Preliminary Screening of Pyrene-Degrading Bacteria from the Semi-Anoxic Bovine Gut

Abstract

Polycyclic aromatic hydrocarbons (PAHs) are environmental contaminants whose remediation remains a global challenge in oxygen-limited and resource-constrained environments. While microbial degradation of PAHs has been studied in soils and aquatic systems, the gastrointestinal microbiota of ruminants remains largely unexplored as a potential reservoir of hydrocarbon-degrading bacteria.

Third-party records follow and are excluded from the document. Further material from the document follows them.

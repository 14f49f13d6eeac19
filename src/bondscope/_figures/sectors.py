"""Sectors figure: the entanglement spectrum at one cut, levels grouped by charge."""

import numpy as np

from .._docs import filled
from .._errors import CheckpointError
from .._options import ProfileOptions
from ._gather import collect
from ._names import visible
from ._style import COLOURS, new_figure, style

__all__ = ["sectors_figure"]


def _charge_text(charge):
    return f"({','.join(map(str, charge))})" if isinstance(charge, list) else str(charge)


@filled
def sectors_figure(sources, *, cut=None, max_level=None, title=None, options=None,
                   **profiling):
    """Entanglement spectrum at one cut with its levels grouped by charge sector.

    Each level xi = -ln(p(q) lambda_q^2) of the left block's reduced density
    matrix is a short bar in the column of its sector's charge q (lambda_q
    normalised within the sector); degenerate levels across sectors, the
    signature of symmetry-protected phases, line up horizontally.  One panel
    per source.  Levels above a sector's resolution floor only.

    Parameters
    ----------
    sources : source or list of sources
        Profiles with charge sectors and spectra (``profile --charges Q
        --spectrum``), or checkpoints (profiled with ``charges=`` from the
        profiling options and all Schmidt values).
    cut : int, optional
        Cut position (default: the middle cut).
    max_level : float, optional
        Upper limit of the level axis.
    title : str, optional
    %(profiling)s

    %(figure_returns)s

    Raises
    ------
    CheckpointError
        A profile without charge sectors or without their Schmidt values.
    ValueError
        A cut outside 1..N-1.
    """
    entries = collect(sources, spectrum=True,
                      options=ProfileOptions.from_kwargs(options, **profiling))
    with style():
        fig = new_figure(max(5.2, 3.4 * len(entries) + 1.6), 4.4)
        axes = np.atleast_1d(fig.subplots(1, len(entries), sharey=True, squeeze=False)[0])
        for i, (ax, entry) in enumerate(zip(axes, entries)):
            position = _panel(ax, entry, cut, COLOURS[i % 7])
            ax.set_title(f"{entry.text}, cut {position}", fontweight="normal", fontsize=9)
            ax.set_xlabel("charge q of the left block")
        axes[0].set_ylabel("level ξ = −ln(p(q) λ²)")
        if max_level is not None:
            axes[0].set_ylim(top=max_level)
        if title is None:
            title = "Entanglement spectrum by charge sector"
        if title:
            fig.suptitle(title, x=0.01, ha="left", fontsize=10, fontweight="bold")
        return fig


def _panel(ax, entry, cut, colour):
    prof = entry.profile
    cuts = {c["position"]: c for c in prof.cuts}
    position = cut if cut is not None else max(1, prof.sites // 2)
    if position not in cuts:
        raise ValueError(f"cut {position} is not one of 1..{prof.sites - 1}")
    sectors = cuts[position].get("sectors")
    if sectors is None or any("schmidt_values" not in s for s in sectors):
        raise CheckpointError(f"{visible(entry.origin or entry.label)}: cut {position} has "
                              "no charge sectors with Schmidt values; profile with "
                              "--charges Q --spectrum")
    labels = [f"{_charge_text(s['charge'])}\np={s['probability']:.2g}" for s in sectors]
    for x, sec in enumerate(sectors):
        values = np.asarray(sec["schmidt_values"], dtype=float)
        levels = -np.log(sec["probability"] * values[values > 0] ** 2)
        ax.hlines(levels, x - 0.3, x + 0.3, colors=colour, linewidth=1.6)
    ax.set_xticks(range(len(sectors)), labels, fontsize=8)
    ax.set_xlim(-0.6, len(sectors) - 0.4)
    return position


DRAW = sectors_figure
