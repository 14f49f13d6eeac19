"""Spectrum figure: entanglement levels -ln lambda^2 at every cut."""

import numpy as np

from .._docs import filled
from .._options import ProfileOptions
from ._gather import collect
from ._style import COLOURS, FAINT, INK, cut_label, new_figure, style

__all__ = ["spectrum_figure"]


@filled
def spectrum_figure(sources, *, tol=1e-6, max_level=None, title=None, options=None,
                    **profiling):
    """Entanglement spectrum: the levels -ln lambda^2 at every cut, one panel per source.

    Only Schmidt values above each cut's ``resolution_floor`` are drawn.
    Levels are grouped as in :func:`bondscope._analyses.diagnostics.spectrum_diagnostics`
    (within ``tol`` of a group's lowest); a group is one marker whose area
    grows with its degeneracy, and on charts of at most 24 cuts the
    degeneracy is also written beside the marker.

    Parameters
    ----------
    sources : source or list of sources
        Checkpoints are profiled with all Schmidt values; saved profiles must
        hold them (``bondscope profile --spectrum``).
    tol : float
        Levels closer than this (absolute, -ln lambda^2 units) count as degenerate.
    max_level : float, optional
        Upper limit of the level axis.
    title : str, optional
    %(profiling)s

    %(figure_returns)s

    Raises
    ------
    CheckpointError
        A saved profile without Schmidt values.
    """
    entries = collect(sources, spectrum=True,
                      options=ProfileOptions.from_kwargs(options, **profiling))
    with style():
        fig = new_figure(max(5.2, 3.4 * len(entries) + 1.6), 4.4)
        axes = np.atleast_1d(fig.subplots(1, len(entries), sharey=True, squeeze=False)[0])
        top = 0.0
        for i, (ax, entry) in enumerate(zip(axes, entries)):
            top = max(top, _spectrum_panel(ax, entry, COLOURS[i % 7], tol))
            ax.set_title(entry.label, fontweight="normal", fontsize=9)
            cut_label(ax)
        axes[0].set_ylabel("level ξ = −ln λ²  (λ: Schmidt value)")
        if max_level is not None:
            axes[0].set_ylim(top=max_level)
        else:
            axes[0].set_ylim(bottom=-0.02 * top, top=1.04 * top)
        _size_key(axes[-1])
        if title is None:
            title = "Entanglement spectrum per cut"
        if title:
            fig.suptitle(title, x=0.01, ha="left", fontsize=10, fontweight="bold")
        return fig


def _size(count):
    return 20.0 * count


def _spectrum_panel(ax, entry, colour, tol):
    from .._analyses.diagnostics import spectrum_diagnostics

    prof = entry.profile
    longest = max(len(v) for v in prof.spectra)
    report = spectrum_diagnostics(prof, levels=max(longest, 1), tol=tol, weight_floor=0.0)
    cuts = report["cuts"]
    x = np.concatenate([np.full(len(c["levels"]), c["position"]) for c in cuts])
    y = np.concatenate([c["levels"] for c in cuts])
    n = np.concatenate([c["degeneracies"] for c in cuts])
    ax.scatter(x, y, s=_size(n), c=colour, alpha=0.85, linewidths=0.5, edgecolors="white",
               zorder=3)
    if len(cuts) <= 24:
        for xv, yv, nv in zip(x[n > 1], y[n > 1], n[n > 1]):
            ax.annotate(f"{int(nv)}", (xv, yv), xytext=(5, 0), textcoords="offset points",
                        va="center", fontsize=7, color=INK)
    return float(y.max()) if y.size else 0.0


def _size_key(ax):
    handles = [ax.scatter([], [], s=_size(n), c=FAINT, edgecolors="white") for n in (1, 2, 4)]
    ax.legend(handles, ["1", "2", "4"], title="degeneracy", loc="upper left",
              bbox_to_anchor=(1.01, 1.0), fontsize=7.5, title_fontsize=7.5, labelspacing=1.0)


# the figure this kind draws (bondscope._figures._kinds)
DRAW = spectrum_figure
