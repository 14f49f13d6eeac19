"""Spectrum figure: entanglement levels -ln lambda^2 at every cut."""

import numpy as np

from .._docs import filled
from .._options import ProfileOptions
from ._gather import collect
from ._style import FAINT, INK, curve_look, cut_label, new_figure, style

__all__ = ["spectrum_figure"]


@filled
def spectrum_figure(sources, *, tol=1e-6, max_level=None, title=None, options=None,
                    **profiling):
    """Entanglement spectrum: the levels -ln lambda^2 at every cut, one panel per source.

    Only Schmidt values above each cut's ``resolution_floor`` are drawn.
    Levels are grouped as in :func:`bondscope._analyses.diagnostics.spectrum_diagnostics`
    (within ``tol`` of a group's lowest); a group is one marker whose area
    grows with its degeneracy (the key lists the degeneracies found), and on
    charts of at most 24 cuts the degeneracy is also written beside the
    marker (right, or left where the right is taken), wherever it clears
    the label below it.

    Parameters
    ----------
    sources : source or list of sources
        Checkpoints are profiled with all Schmidt values; saved profiles must
        hold them (``bondscope profile --spectrum``).
    tol : float
        Levels closer than this (absolute, -ln lambda^2 units) count as degenerate.
    max_level : float, optional
        Upper limit of the level axis (``--max-level``); levels above it are
        not shown.
    title : str, optional
    %(profiling)s

    %(figure_returns)s

    Raises
    ------
    CheckpointError
        A saved profile without Schmidt values.
    ValueError
        ``max_level`` not a number > 0.
    """
    if max_level is not None and not (isinstance(max_level, (int, float)) and max_level > 0):
        raise ValueError(f"max_level (--max-level) must be a number > 0, found {max_level!r}")
    entries = collect(sources, spectrum=True,
                      options=ProfileOptions.from_kwargs(options, **profiling))
    with style():
        fig = new_figure(max(5.2, 3.4 * len(entries) + 1.6), 4.4)
        axes = np.atleast_1d(fig.subplots(1, len(entries), sharey=True, squeeze=False)[0])
        groups = [_groups(entry, tol) for entry in entries]
        top = max((float(y.max()) for _, y, _ in groups if y.size), default=1.0)
        for i, (ax, entry, (x, y, n)) in enumerate(zip(axes, entries, groups)):
            ax.scatter(x, y, s=_size(n), c=curve_look(i, len(entries))["color"], alpha=0.85,
                       linewidths=0.5, edgecolors="white", zorder=3)
            ax.set_title(entry.text, fontweight="normal", fontsize=9)
            cut_label(ax)
        axes[0].set_ylabel("level ξ = −ln λ²  (λ: Schmidt value)")
        if max_level is not None:
            axes[0].set_ylim(bottom=-0.02 * max_level, top=max_level)
        else:
            axes[0].set_ylim(bottom=-0.02 * top, top=1.04 * top)
        counts = sorted({int(v) for _, _, n in groups for v in n})
        _size_key(axes[-1], counts)
        if title is None:
            title = "Entanglement spectrum per cut"
        if title:
            fig.suptitle(title, x=0.01, ha="left", fontsize=10, fontweight="bold")
        fig.draw_without_rendering()  # lays the figure out, so label spacing is in points
        for ax, (x, y, n) in zip(axes, groups):
            if len(set(x.tolist())) <= 24:
                _degeneracy_labels(ax, x, y, n)
        return fig


def _size(count):
    return 16.0 * np.asarray(count, dtype=float)


def _groups(entry, tol):
    """Positions, levels and degeneracies of the level groups above each cut's floor."""
    from .._analyses.diagnostics import spectrum_diagnostics

    prof = entry.profile
    longest = max(len(v) for v in prof.spectra)
    report = spectrum_diagnostics(prof, levels=max(longest, 1), tol=tol, weight_floor=0.0,
                                  accuracy=0.0)
    cuts = report["cuts"]
    x = np.concatenate([np.full(len(c["levels"]), c["position"]) for c in cuts])
    y = np.concatenate([c["levels"] for c in cuts]).astype(float)
    n = np.concatenate([c["degeneracies"] for c in cuts]).astype(int)
    return x, y, n


# the degeneracy beside a marker is written only where it clears the one below by this
_LABEL_GAP_POINTS = 8.0


def _degeneracy_labels(ax, x, y, n):
    """Write each group's degeneracy (> 1) beside its marker: to the right, else to the
    left where the right would crowd the label below; skipped where both would (the
    marker's area still shows it)."""
    bottom, top = ax.get_ylim()
    height = ax.get_window_extent().height * 72.0 / ax.figure.dpi
    gap = _LABEL_GAP_POINTS * (top - bottom) / height
    for position in np.unique(x):
        at = (x == position) & (n > 1) & (y <= top)
        last = {1: -np.inf, -1: -np.inf}  # the highest label so far on each side
        for yv, nv in sorted(zip(y[at], n[at])):
            side = next((k for k in (1, -1) if yv - last[k] >= gap), None)
            if side is None:
                continue
            ax.annotate(f"{int(nv)}", (position, yv), xytext=(6 * side, 0),
                        textcoords="offset points", ha="left" if side > 0 else "right",
                        va="center", fontsize=7, color=INK)
            last[side] = yv


def _size_key(ax, counts):
    """The marker-area key, with the degeneracies the data hold (at most five shown)."""
    if len(counts) > 5:
        picks = np.unique(np.round(np.linspace(0, len(counts) - 1, 5)).astype(int))
        counts = [counts[k] for k in picks]
    handles = [ax.scatter([], [], s=_size(k), c=FAINT, edgecolors="white") for k in counts]
    ax.legend(handles, [str(k) for k in counts], title="degeneracy", loc="upper left",
              bbox_to_anchor=(1.01, 1.0), fontsize=7.5, title_fontsize=7.5, labelspacing=1.0)


# the figure this kind draws (bondscope._figures._kinds)
DRAW = spectrum_figure
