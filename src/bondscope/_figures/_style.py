"""The house style of bondscope's figures, and how they are saved.

Colours are the eight-colour palette of Okabe & Ito, "Color Universal Design"
(2008), safe for the common colour-vision deficiencies; each curve also has its
own marker so that figures read in greyscale.  Maps use matplotlib's
"cividis" (Nuñez, Anderton & Renslow, PLoS ONE 13, e0199239 (2018)), made for
readers with colour-vision deficiencies.  Figures are built without pyplot, so
nothing opens a window and no global figure state is touched.
"""

import math
from contextlib import contextmanager
from pathlib import Path

import numpy as np

__all__ = ["OKABE_ITO", "COLOURS", "MARKERS", "INK", "FAINT", "COLOUR_MAP", "FORMATS",
           "RENYI_DASHES", "style", "new_figure", "marker_size", "curve_look", "cut_label",
           "titled", "plus_minus", "figure_bytes", "save_figure"]

OKABE_ITO = {
    "blue": "#0072B2",
    "vermillion": "#D55E00",
    "bluish green": "#009E73",
    "reddish purple": "#CC79A7",
    "orange": "#E69F00",
    "sky blue": "#56B4E9",
    "black": "#000000",
    "yellow": "#F0E442",
}
COLOURS = list(OKABE_ITO.values())
MARKERS = ("o", "s", "^", "D", "v", "P", "X", "h")
INK = "#222222"
FAINT = "#8a8a8a"
COLOUR_MAP = "cividis"
FORMATS = {".png": "png", ".svg": "svg", ".pdf": "pdf"}
# metadata that would make saved files differ from run to run
_STABLE_METADATA = {"png": {"Software": None}, "svg": {"Date": None},
                    "pdf": {"CreationDate": None, "ModDate": None}}

_RC = {
    "font.size": 9.5,
    "axes.titlesize": 10,
    "axes.titleweight": "bold",
    "axes.titlelocation": "left",
    "axes.labelsize": 9.5,
    "axes.edgecolor": INK,
    "axes.labelcolor": INK,
    "axes.linewidth": 0.8,
    "axes.spines.top": False,
    "axes.spines.right": False,
    "axes.grid": True,
    "grid.color": "#d9d9d9",
    "grid.linestyle": (0, (1, 3)),
    "grid.linewidth": 0.8,
    "xtick.color": INK,
    "ytick.color": INK,
    "xtick.direction": "out",
    "ytick.direction": "out",
    "legend.frameon": False,
    "legend.fontsize": 8.5,
    "lines.linewidth": 1.4,
    "lines.markersize": 4.5,
    "svg.fonttype": "none",
    # fixed salt: the SVG's clip-path ids no longer change from run to run
    "svg.hashsalt": "bondscope",
    "pdf.fonttype": 42,
}


@contextmanager
def style():
    import matplotlib

    with matplotlib.rc_context(_RC):
        yield


def new_figure(width=6.4, height=4.2):
    from matplotlib.figure import Figure

    return Figure(figsize=(width, height), layout="constrained")


RENYI_DASHES = ((0, (3, 1, 1, 1)), (0, (1, 1.5)))


def marker_size(n_points):
    return 4.5 if n_points <= 30 else 3.0


# colours for curves: Okabe-Ito without yellow (too faint on white for a line)
_LINE_COLOURS = COLOURS[:7]


def curve_look(i, n=1):
    """Colour and marker of curve ``i`` of ``n``.

    Up to seven curves take the Okabe-Ito colours; more take evenly spaced
    colours of the cividis map in curve order (a series ordered by bond
    dimension or time reads as a gradient), so no two curves share a
    colour.  Markers cycle through eight shapes.
    """
    if n <= len(_LINE_COLOURS):
        colour = _LINE_COLOURS[i % len(_LINE_COLOURS)]
    else:
        from matplotlib import colormaps
        from matplotlib.colors import to_hex

        colour = to_hex(colormaps[COLOUR_MAP](0.9 * i / (n - 1)))
    return dict(color=colour, marker=MARKERS[i % len(MARKERS)])


def cut_label(ax):
    ax.set_xlabel("cut position l (sites left of the cut)")
    ax.xaxis.get_major_locator().set_params(integer=True)


def titled(fig, ax, title, default):
    text = default if title is None else title
    if text:
        ax.set_title(text)
    return fig


def plus_minus(value, error):
    """'0.501 ± 0.003' with the value rounded to the error's first digit (two if it is 1)."""
    if error is None or not np.isfinite(error) or error <= 0:
        return f"{value:.4g}"
    digits = max(0, -int(math.floor(math.log10(error))) + (1 if f"{error:e}"[0] == "1" else 0))
    return f"{value:.{digits}f} ± {error:.{digits}f}"


def figure_bytes(fig, fmt="png", *, dpi=150):
    """The figure encoded as PNG, SVG or PDF, in bondscope's style and without timestamps."""
    import io

    buf = io.BytesIO()
    with style():
        fig.savefig(buf, format=fmt, dpi=dpi, facecolor="white",
                    metadata=_STABLE_METADATA[fmt])
    return buf.getvalue()


def save_figure(fig, output, *, dpi=150, protect=()):
    """Write a figure as PNG, SVG or PDF, chosen by the suffix of ``output``.

    The file is written whole or not at all, and carries no timestamp, so the
    same data give the same bytes.

    Parameters
    ----------
    fig : matplotlib.figure.Figure
    output : str or Path
    dpi : float
        Resolution of a PNG.
    protect : iterable of paths
        Files never to write over (the figure's inputs).

    Returns
    -------
    Path
        ``output``, as written.

    Raises
    ------
    ValueError
        A suffix other than .png, .svg or .pdf, or ``output`` is a protected file.
    """
    from .._files import atomic_write, refuse_overwrite

    path = Path(output)
    fmt = FORMATS.get(path.suffix.lower())
    if fmt is None:
        raise ValueError(f"{path}: cannot tell the figure format from {path.suffix or 'no'} "
                         f"suffix; use one of {', '.join(FORMATS)}")
    refuse_overwrite(path, protect, "an input of the figure")
    data = figure_bytes(fig, fmt, dpi=dpi)
    return atomic_write(path, lambda tmp: Path(tmp).write_bytes(data))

This study evaluates the PAH-degrading potential of bacterial isolates from the semi-anoxic intestinal lining of cows inhabiting crude oil-impacted environments. Samples were aseptically collected from the intestinal gut lining of Bos tarus at the point of slaughter and cultured with a Pyrene-supplemented Bushnell Haas medium. A total of sixteen distinct bacterial isolates were obtained and characterized using morphological and biochemical techniques. Their capacity to metabolize pyrene, a model high-molecular-weight PAH, was assessed using a 2,6-dichlorophenol indophenol (DCPIP) redox assay in combination with growth kinetics monitoring (OD₆₀₀_nm). Approximately 70% of the isolates demonstrated DCPIP reduction, indicating active redox metabolism associated with hydrocarbon utilization. Notably, Citrobacter freundii and Pseudomonas alcaligenes exhibited pronounced and sustained DCPIP reduction alongside measurable shifts in growth dynamics, suggesting enhanced metabolic adaptation to pyrene. The applied methods provide preliminary evidence of PAH-associated metabolic activity; the observed diversity among isolates highlights the functional versatility of gut-associated microbiota under semi-anoxic conditions. These findings position the ruminant intestinal microbiome as an underutilized source of bacteria with potential relevance for bioremediation in oxygen-limited environments and present a low-cost screening framework suitable for resource-limited laboratories and provide a foundation for further investigations involving molecular identification, enzymatic pathway analysis, and analytical validation of hydrocarbon degradation.